Imagine your neighbor calls you over to help clean out his septic tank (that he refused to (or is incapable to) clean himself). You wade down in the muck and years of shit that he’s just ignored, and then, while down in the muck trying to repair the damage, he says that you’re being a cheapskate 'cause you wouldn’t pay for dinner the other night and demands that you to sign a document stating that if he doesn’t like the job you’re doing for him (unpaid and unthanked), he can take you to court and sue you and jail you.

Frankly, a hearty “Fuck you. Clean it up yourself, I’m leaving.” seems like a fairly mild answer.

And now the neighbor is snivelling 'cause we wouldn’t finish cleaning out the septic tank and cause we wouldn’t sign something that we don’t see as in our interest.

The U.N. types have to learn that “Buuuttt we waaaaaaannt you tooo!” really isn’t enough to get us to abrogate our constitution, abrogate our justice system and give up a slice (granted, a small one) of national soverengty.

Y’know what would have been refreshing? (Utterly impossible, but refreshing?) After the Global Kangaroo Court was proposed and the U.S. said “Not Interested”, if the U.N. had said "Y’know? The U.S. takes on FAR more than it’s share of military missions and gets involved (at our request) FAR more than they need to. They also have a damned good (though not spotless) record of dealing with their own war-crimes (ex: Mai-Lai) themselves. Let’s show some fucking gratitude and exempt 'em as a small gestur…"bwahhahahahhaha. < cough > haha. Sorry. I couldn’t keep a straight face.

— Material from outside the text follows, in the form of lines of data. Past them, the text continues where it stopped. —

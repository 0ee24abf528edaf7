package config

import (
	"errors"
	"fmt"
	"io/fs"
	"os"
)

// Files reads a file by the path that a project uses for it: the project
// file's own path, or a path put together from its folder and what the file
// says, "../" allowed. It is a function and not an fs.FS, which cannot leave
// its root.
type Files func(path string) ([]byte, error)

// maxFile bounds what is read into memory: a GeoTIFF of 2³⁰ bytes covers any
// road, and nothing in a project is larger.
const maxFile = 1 << 30

// Disk returns the files of the machine. A folder, a device or a file beyond
// the largest size is an error, so that a hostile path cannot hang a run.
func Disk() Files {
	return func(path string) ([]byte, error) {
		info, err := os.Stat(path)
		if err != nil {
			return nil, err
		}
		if !info.Mode().IsRegular() {
			return nil, &fs.PathError{Op: "read", Path: path, Err: errors.New("not a plain file")}
		}
		if info.Size() > maxFile {
			return nil, &fs.PathError{Op: "read", Path: path, Err: fmt.Errorf("%d bytes, more than %d", info.Size(), maxFile)}
		}
		return os.ReadFile(path)
	}
}
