package config

import (
	"fmt"
	"math"
	"strconv"
	"strings"

	"sagcrest/config/quantity"
	"sagcrest/profile/finding"
)

// within checks a value against limits such as "(0,100]": a bracket belongs to
// the range, a parenthesis does not, an empty side is open.
func (r *reading) within(v *value, path string, f form, limits string) {
	low, high, lowIn, highIn := parseLimits(limits)
	shown := v.si / f.size
	if f.kind == quantity.Angle && v.bare {
		shown = v.number // 80 deg stays 80, whatever the conversion there and back makes of it
	}
	tooLow := shown < low || shown == low && !lowIn
	tooHigh := shown > high || shown == high && !highIn
	if !tooLow && !tooHigh {
		return
	}
	v.ok = false
	limit := low
	if tooHigh {
		limit = high
	}
	p := r.complain("F06", path, fmt.Sprintf("%s is %s%s; it is %s", path, shortest(shown), f.shown, f.rangeText(limits)), rangeHelp(f))
	p.Measured = finding.Of(v.si, f.si())
	p.Limit = finding.Of(limit*f.size, f.si())
}

// si returns the unit of the value as findings carry it.
func (f form) si() string {
	switch {
	case f.kind != "":
		return f.kind.SI()
	case f.shown != "":
		return "m"
	}
	return ""
}

// rangeHelp reminds of the slip that puts a number out of its range most often.
func rangeHelp(f form) string {
	switch {
	case f.kind == quantity.Ratio:
		return `a ratio is meant: 2.5 % is 0.025, or "2.5 %" in quotes`
	case f.shown == "":
		return "check the number"
	}
	return "check the number and its unit"
}

// rangeText says a range in words, with its unit on both ends.
func (f form) rangeText(limits string) string {
	low, high, lowIn, highIn := parseLimits(limits)
	var parts []string
	switch {
	case math.IsInf(low, 0):
	case lowIn:
		parts = append(parts, "at least "+shortest(low)+f.shown)
	default:
		parts = append(parts, "more than "+shortest(low)+f.shown)
	}
	switch {
	case math.IsInf(high, 0):
	case highIn:
		parts = append(parts, "at most "+shortest(high)+f.shown)
	default:
		parts = append(parts, "less than "+shortest(high)+f.shown)
	}
	return strings.Join(parts, " and ")
}

// parseLimits reads a range tag; a malformed one is a mistake of this package.
func parseLimits(s string) (low, high float64, lowIn, highIn bool) {
	inner := s[1 : len(s)-1]
	a, b, found := strings.Cut(inner, ",")
	low, high = math.Inf(-1), math.Inf(1)
	var errA, errB error
	if a != "" {
		low, errA = strconv.ParseFloat(a, 64)
	}
	if b != "" {
		high, errB = strconv.ParseFloat(b, 64)
	}
	if !found || errA != nil || errB != nil {
		panic("config: malformed range " + s)
	}
	return low, high, s[0] == '[', s[len(s)-1] == ']'
}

To quote from the first link on page one

To which I respond “Fuck you Ms. Short. The rest of the world can blow what they “think” out it’s collective ass.” Argumentum ad populum is a sure sign of a bankrupt argument.

Since I don’t buy this “globalization” baloney and I only want to see U.S. soldiers involved in wars where the U.S. has a direct interest, I’m perfectly fine with us pulling out of ALL wars (“peace keeping missions”? Feh. It’s a war. I hate that euphemism) where we don’t directly benefit.

Fenris

Fenris, I suggest you write your congressman, and ask him to put forth that the US withdraw from all UN activity. By definition, the US doesn’t have a “direct interest” in all UN activities its forces participate in.

It’s kinda sad to see a smart guy like yourself falling for the dogmatic black/white approach the US government seem to take. The debate is about the pros and cons of the ICC, not about the US participation in UN missions. Had the US not threatened to withdraw from current missions, you wouldn’t even have thought of that argument.

“Cleaning up the UN’s dirty work”? Please. This is getting us nowhere.

I’m also curious as to how you’ll show me the ICC is clearly not in the US’ best interest. That would only be the case if US military forces are planning on comitting genocide or something along those lines.